■ TASK INPUT

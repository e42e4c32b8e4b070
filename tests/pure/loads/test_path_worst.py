"""Which envelope holds where along a path, and its worst point of all, each told in full: worked by hand."""

from dataclasses import replace
from fractions import Fraction

import pytest

from fleet.positions import MovingPart, PartState
from loads.balance.path import Knot, Path, Stretch, Turn
from loads.balance.path_worst import (
    Burn,
    Worst,
    bounds_on,
    burn_of,
    shifted,
    stays_inside,
    worst_at_zero_fuel,
    worst_turn,
)
from loads.balance.prepared import prepared
from loads.balance.surd import Surd
from tests.pure.loads.making import SOURCE, envelope, twin

F = Fraction
FLIGHT = ("take-off", "landing")


def box(low, high, *phases, axis="longitudinal", least=50, most=100):
    """An envelope from one arm to another at every weight between two."""
    corners = ((low, least), (low, most), (high, most), (high, least))
    return envelope(*corners, phases=phases, axis=axis)


def ready_with(*envelopes, positions=()):
    return prepared(replace(twin(), envelopes=envelopes, positions=positions))


def flown(leg, top, bottom, arms, across=(0, 0), **more):
    """A stretch from one weight to another with the arms at its two ends."""
    start, end = (
        Knot(F(weight), weight * F(arm), weight * F(lateral))
        for weight, arm, lateral in zip((top, bottom), arms, across, strict=True)
    )
    return Stretch(leg, ("LEFT",), start, end, F(0), **more)


TAXI = flown("taxi", 90, 88, (15, 15), (1, 1))
TRIP = flown("flight", 88, 70, (15, 17), (1, -2))
RESERVE = flown("reserve", 70, 60, (17, 18), (-2, -3))
PATH = Path((TAXI, TRIP, RESERVE), (), F(6))


def event(where, *knots, leg="flight", swept=False, **more):
    """A jump at 80 lb; `knots` are (arm, lateral arm)."""
    made = tuple((Knot(F(80), 80 * F(arm), 80 * F(lateral)), {"LEFT": F(arm)}) for arm, lateral in knots)
    return Turn(leg, where, made, swept, F(55), **more)


def test_the_worst_point_is_told_with_the_nearest_part_of_its_envelope():
    both = box(10, 20, "ramp", "take-off", "landing"), box(-9, 4, *FLIGHT, axis="lateral")
    ready = ready_with(*both)

    burn = burn_of(PATH, ready)

    (along,), (across,) = ready.bounds("longitudinal", "ramp"), ready.bounds("lateral", "landing")
    last, first = RESERVE.end, TRIP.start
    assert burn == Burn(
        PATH,
        {
            "longitudinal": Worst(along, RESERVE, last, F(18), F(10), F(20), F(2), True),
            # 1 in right at take-off, 3 in from the right limit; 3 in left at the end, 6 in from the left.
            "lateral": Worst(across, TRIP, first, F(1), F(-9), F(4), F(3), True),
        },
    )


@pytest.mark.parametrize(
    ("phases", "at", "room"),
    [
        (("ramp",), TAXI.start, 1),  # 15 in, of 14 to 30
        (("take-off",), TRIP.start, 1),
        (("landing",), RESERVE.start, 3),  # from 70 lb on it may land
        (("ramp", "landing"), TAXI.start, 1),
        (("take-off", "landing"), TRIP.start, 1),
    ],
)
def test_an_envelope_holds_from_its_phase_on(phases, at, room):
    found = burn_of(PATH, ready_with(box(14, 30, *phases))).worst["longitudinal"]

    assert (found.knot.weight, found.room, found.aft) == (at.weight, room, False)


def test_an_envelope_for_zero_fuel_alone_does_not_hold_along_the_burn():
    assert burn_of(PATH, ready_with(box(14, 15, "zero fuel"))).worst == {}


def test_of_several_envelopes_the_least_room_counts_and_of_equals_the_one_of_take_off():
    wide, narrow = box(10, 30, "take-off"), box(14, 30, "landing")

    assert burn_of(PATH, ready_with(narrow, wide)).worst["longitudinal"].room == 3
    even = box(12, 30, "take-off"), box(14, 30, "landing")
    for order in (even, even[::-1]):
        found = burn_of(PATH, ready_with(*order)).worst["longitudinal"]
        assert (found.bound[0], found.room, found.knot) == (even[0], 3, TRIP.start)


def test_beyond_every_weight_of_an_envelope_there_is_no_room_and_that_is_worst():
    low, tight = box(0, 30, *FLIGHT, most=85), box(15, 16, *FLIGHT)
    ready = ready_with(tight, low)

    found = burn_of(PATH, ready).worst["longitudinal"]

    bound = next(each for each in ready.bounds("longitudinal", "take-off") if each[0] is low)
    assert found == Worst(bound, TRIP, TRIP.start, F(15), None, None, None, False)


def test_a_path_that_burns_nothing_has_no_worst_point():
    assert burn_of(Path((), (), F(6)), ready_with(box(10, 20, *FLIGHT))).worst == {}


def test_the_envelopes_of_a_leg_are_those_of_its_phases():
    ramp, trip, land = box(10, 20, "ramp"), box(10, 21, "take-off"), box(10, 22, "landing")
    ready = ready_with(land, ramp, trip, box(10, 23, "zero fuel"))

    assert [bound[0] for bound in bounds_on("taxi", ready)] == [ramp]
    assert [bound[0] for bound in bounds_on("flight", ready)] == [trip]
    assert [bound[0] for bound in bounds_on("reserve", ready)] == [trip, land]
    everywhere = box(10, 20, "ramp", *FLIGHT)
    assert [bound[0] for bound in bounds_on("reserve", ready_with(everywhere))] == [everywhere]


@pytest.mark.parametrize(
    ("arm", "low", "high", "room", "aft"),
    [
        (12, 10, 20, 2, False),
        (15, 10, 20, 5, False),
        (19, 10, 20, 1, True),
        (8, 10, 20, -2, False),
        (23, 10, 20, -3, True),
        (20, 10, 20, 0, True),
    ],
)
def test_a_jump_is_judged_at_its_one_weight(arm, low, high, room, aft):
    ready = ready_with(box(10, 20, *FLIGHT))
    (bound,) = ready.bounds("longitudinal", "take-off")
    turn = event("just after event 1", (arm, 3))

    found = worst_turn(bound, turn, "longitudinal")

    knot = turn.knots[0][0]
    here = Stretch("flight", (), knot, knot, F(0), ({"LEFT": F(arm)}, F(0)), F(55), "just after event 1")
    assert found == Worst(bound, here, knot, F(arm), F(low), F(high), F(room), aft)


def test_of_several_points_of_an_event_the_worst_counts_and_of_two_pieces_the_nearer():
    forked = envelope((0, 50), (0, 100), (3, 100), (3, 60), (6, 60), (6, 100), (9, 100), (9, 50))
    (bound,) = ready_with(forked).bounds("longitudinal", "take-off")

    points = worst_turn(bound, event("", (1, 0), (F(17, 2), 0), (7, 0)), "longitudinal")
    swept = worst_turn(bound, event("", (1, 0), (4, 2), (7, 4), swept=True), "longitudinal")

    assert (points.arm, points.low, points.high, points.room) == (F(17, 2), 6, 9, F(1, 2))
    # From one piece into the other: worst half way between them, 1.5 in from either.
    assert (swept.arm, swept.room, swept.knot.lateral_moment) == (F(9, 2), F(-3, 2), 80 * F(7, 3))


def test_an_event_at_a_weight_the_envelope_does_not_have_has_no_room():
    (bound,) = ready_with(box(10, 20, *FLIGHT, most=79)).bounds("longitudinal", "take-off")
    turn = event("just after event 1", (15, 3), (16, 3))

    found = worst_turn(bound, turn, "longitudinal")

    assert (found.knot, found.arm, found[4:]) == (turn.knots[0][0], F(15), (None, None, None, False))


def test_of_equals_an_event_is_named_rather_than_the_burn_beside_it():
    jump = event("just before event 1", (18, -3))

    found = burn_of(replace(PATH, turns=(jump,)), ready_with(box(10, 20, *FLIGHT))).worst["longitudinal"]

    assert (found.stretch.setting, found.room) == ("just before event 1", 2)


@pytest.mark.parametrize(
    ("leg", "phase", "judged"),
    [
        ("taxi", "ramp", True),
        ("taxi", "take-off", False),
        ("flight", "take-off", True),
        ("flight", "landing", False),
        ("reserve", "landing", True),
        ("reserve", "ramp", False),
    ],
)
def test_an_event_is_judged_by_the_envelopes_of_its_leg(leg, phase, judged):
    path = Path((), (), F(6), (event("jump", (25, 5), leg=leg),))

    for axis, limits in (("longitudinal", (10, 20)), ("lateral", (-1, 1))):
        found = burn_of(path, ready_with(box(*limits, phase, axis=axis))).worst
        assert (axis in found) is judged


def test_moments_are_added_to_every_point_of_a_path():
    path = replace(
        PATH,
        turns=(event("jump", (15, 0), (16, 1)),),
        settings=(TRIP._replace(setting="gear up"),),
        zero_fuel=(event("at zero fuel", (14, 2)),),
    )

    moved = shifted(path, F(80), F(-160))

    def by(knot):
        return (knot.weight, knot.moment - 80, knot.lateral_moment + 160)

    every = (*moved.stretches, *moved.settings)
    assert [by(each.start) for each in every] == [each.start[:3] for each in (TAXI, TRIP, RESERVE, TRIP)]
    assert [by(each.end) for each in every] == [each.end[:3] for each in (TAXI, TRIP, RESERVE, TRIP)]
    assert moved.turns == (event("jump", (16, -2), (17, -1))._replace(knots=moved.turns[0].knots),)
    assert [(knot.moment / 80, held) for knot, held in moved.turns[0].knots] == [
        (16, {"LEFT": 15}),
        (17, {"LEFT": 16}),
    ]
    (zero,) = moved.zero_fuel
    assert [(knot.moment / 80, knot.lateral_moment / 80) for knot, _ in zero.knots] == [(15, 0)]
    assert (moved.gaps, moved.density, moved.settings[0].setting) == ((), F(6), "gear up")


@pytest.mark.parametrize(
    ("along", "across", "inside"),
    [
        (0, 0, True),
        (120, 0, True),  # 18 in at 60 lb, 20 in with 120 lb in more
        (121, 0, False),
        (-440, 0, True),  # 15 in at 88 lb
        (-441, 0, False),
        (0, 440, False),
        (0, 264, True),  # 1 in at 88 lb, 4 in with 264 lb in more
        (0, 265, False),
        (0, -361, False),
        (0, -360, True),  # 3 in left at 60 lb
    ],
)
def test_a_path_moved_by_some_moment_stays_inside_or_does_not(along, across, inside):
    ready = ready_with(box(10, 20, *FLIGHT), box(-9, 4, *FLIGHT, axis="lateral"))

    assert stays_inside(PATH, ready, F(along), F(across)) is inside


def test_a_path_beyond_an_envelope_does_not_stay_inside_nor_does_an_event_or_zero_fuel():
    ready = ready_with(box(10, 20, *FLIGHT, "zero fuel"))

    assert not stays_inside(PATH, ready_with(box(0, 30, *FLIGHT, most=85)), F(0), F(0))
    on, out = event("jump", (20, 0)), event("jump", (21, 0))
    assert stays_inside(replace(PATH, turns=(on,)), ready, F(0), F(0))
    assert not stays_inside(replace(PATH, turns=(out,)), ready, F(0), F(0))
    assert stays_inside(replace(PATH, zero_fuel=(on, on)), ready, F(0), F(0))
    assert not stays_inside(replace(PATH, zero_fuel=(on, out)), ready, F(0), F(0))
    beyond = out._replace(knots=((Knot(F(120), F(1800), F(0)), {}),))
    assert not stays_inside(replace(PATH, turns=(beyond,)), ready, F(0), F(0))


def test_zero_fuel_over_the_flight_is_worst_where_it_has_the_least_room():
    path = replace(PATH, zero_fuel=(event("at zero fuel", (13, 0)), event("after event 1", (18, 0))))
    tight, wide = box(12, 20, "zero fuel"), box(2, 40, "zero fuel")
    ready = ready_with(wide, tight)

    (found,) = worst_at_zero_fuel(path, "longitudinal", ready)

    assert (found.bound[0], found.stretch.setting, found.room) == (tight, "at zero fuel", 1)
    assert worst_at_zero_fuel(PATH, "longitudinal", ready) == []
    assert worst_at_zero_fuel(path, "lateral", ready) == []
    beyond = ready_with(tight, box(0, 99, "zero fuel", most=60))
    assert worst_at_zero_fuel(path, "longitudinal", beyond)[0].room is None


def gear(state, words):
    return PartState(state, words, F(0), ("ground", "flight"), SOURCE)


GEAR = MovingPart("GEAR", "gear", "DOWN", (gear("DOWN", "down"), gear("UP", "up")))


def test_an_envelope_of_a_gear_position_holds_where_the_gear_is_in_it():
    down, up = ("GEAR", "DOWN"), ("GEAR", "UP")
    only_up = replace(box(10, 20, *FLIGHT), positions=(("GEAR", ("UP",)),))
    only_up = replace(only_up, id="up")
    ready = ready_with(only_up, positions=(GEAR,))

    def worst(path):
        return burn_of(path, ready).worst.get("longitudinal")

    assert worst(PATH) is None
    assert worst(replace(PATH, settings=(TRIP._replace(parts=(up,)),))).room == 3
    assert worst(replace(PATH, settings=(TRIP._replace(parts=(down,)),))) is None
    jump = event("jump", (15, 0), parts=(up,))
    assert worst(replace(PATH, turns=(jump,))).room == 5
    assert worst(replace(PATH, turns=(jump._replace(parts=(down,)),))) is None
    assert [bound[0] for bound in bounds_on("flight", ready)] == [only_up]


def test_settings_count_across_the_aircraft_only_where_they_decide_which_envelope_holds():
    lateral = box(-9, 4, *FLIGHT, axis="lateral")
    path = replace(PATH, settings=(flown("flight", 88, 70, (15, 15), (4, 4)),))
    of_up = replace(lateral, id="up", positions=(("GEAR", ("UP",)),))

    assert burn_of(path, ready_with(lateral)).worst["lateral"].room == 3
    assert burn_of(path, ready_with(lateral, of_up, positions=(GEAR,))).worst["lateral"].room == 0


def test_an_irrational_worst_point_is_told_by_a_point_of_the_path_beside_it():
    # The forward edge is 20 - W/10, the arm 480/W + c: nearest at sqrt(4800) lb, by c - 20 + 2 sqrt(48) in.
    leaning = envelope((15, 50), (10, 100), (40, 100), (40, 50), phases=FLIGHT)
    dip = Surd(F(0), F(40), F(3))

    def told(c):
        start, end = (Knot(F(w), 480 + c * F(w), F(0)) for w in (88, 60))
        stretch = Stretch("flight", ("LEFT",), start, end, F(0))
        return burn_of(Path((stretch,), (), F(6)), ready_with(leaning)).worst["longitudinal"]

    inside, outside = told(F(8)), told(F(6))

    for found, margin in ((inside, Surd(F(-12), F(8), F(3))), (outside, Surd(F(-14), F(8), F(3)))):
        weight = found.knot.weight
        assert weight == dip.floor(80)
        assert found.room == margin.floor(80)
        assert found.arm == found.knot.moment / weight
        assert (found.low, found.high, found.aft) == (20 - weight / 10, F(40), False)
    assert outside.arm < outside.low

■ INSTRUCTIONS TO FOLLOW
Exact reproduction is required. Give the lines of the data from its first line through the line containing "F = Fraction", and no others.

■ TASK RESULT
repository e42e4c32b8e4b070
filename tests/pure/loads/test_path_worst.py
"""Which envelope holds where along a path, and its worst point of all, each told in full: worked by hand."""

from dataclasses import replace
from fractions import Fraction

import pytest

from fleet.positions import MovingPart, PartState
from loads.balance.path import Knot, Path, Stretch, Turn
from loads.balance.path_worst import (
    Burn,
    Worst,
    bounds_on,
    burn_of,
    shifted,
    stays_inside,
    worst_at_zero_fuel,
    worst_turn,
)
from loads.balance.prepared import prepared
from loads.balance.surd import Surd
from tests.pure.loads.making import SOURCE, envelope, twin

F = Fraction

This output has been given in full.